## WHAT YOU WILL DO
If a line of the data below contains the string "that", copy it into your answer.

## SUPPLIED INFORMATION
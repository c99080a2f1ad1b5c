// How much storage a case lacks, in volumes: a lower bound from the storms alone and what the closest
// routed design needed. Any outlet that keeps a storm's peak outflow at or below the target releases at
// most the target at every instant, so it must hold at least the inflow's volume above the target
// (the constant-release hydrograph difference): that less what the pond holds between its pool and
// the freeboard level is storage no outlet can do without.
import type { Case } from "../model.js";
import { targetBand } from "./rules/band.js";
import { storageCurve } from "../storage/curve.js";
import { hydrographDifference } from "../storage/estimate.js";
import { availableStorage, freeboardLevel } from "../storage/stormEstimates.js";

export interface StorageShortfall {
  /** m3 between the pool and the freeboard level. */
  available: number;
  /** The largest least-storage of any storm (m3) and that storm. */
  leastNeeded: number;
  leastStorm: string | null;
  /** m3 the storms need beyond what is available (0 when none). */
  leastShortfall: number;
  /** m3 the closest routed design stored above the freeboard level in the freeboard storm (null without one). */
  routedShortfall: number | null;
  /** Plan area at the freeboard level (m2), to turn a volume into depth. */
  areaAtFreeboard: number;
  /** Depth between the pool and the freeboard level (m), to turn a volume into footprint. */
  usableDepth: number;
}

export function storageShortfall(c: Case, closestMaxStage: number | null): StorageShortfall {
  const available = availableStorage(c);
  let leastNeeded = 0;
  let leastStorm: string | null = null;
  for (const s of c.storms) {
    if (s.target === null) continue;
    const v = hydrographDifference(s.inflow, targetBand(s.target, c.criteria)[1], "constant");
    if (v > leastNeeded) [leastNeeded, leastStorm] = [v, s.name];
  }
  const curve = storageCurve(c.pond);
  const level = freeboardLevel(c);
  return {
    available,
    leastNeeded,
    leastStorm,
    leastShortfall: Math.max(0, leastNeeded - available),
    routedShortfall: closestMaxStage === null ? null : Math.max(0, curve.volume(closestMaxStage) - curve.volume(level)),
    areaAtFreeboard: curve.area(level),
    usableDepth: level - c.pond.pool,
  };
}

## WRITTEN RESPONSE
// routed design needed. Any outlet that keeps a storm's peak outflow at or below the target releases at
// (the constant-release hydrograph difference): that less what the pond holds between its pool and
  /** The largest least-storage of any storm (m3) and that storm. */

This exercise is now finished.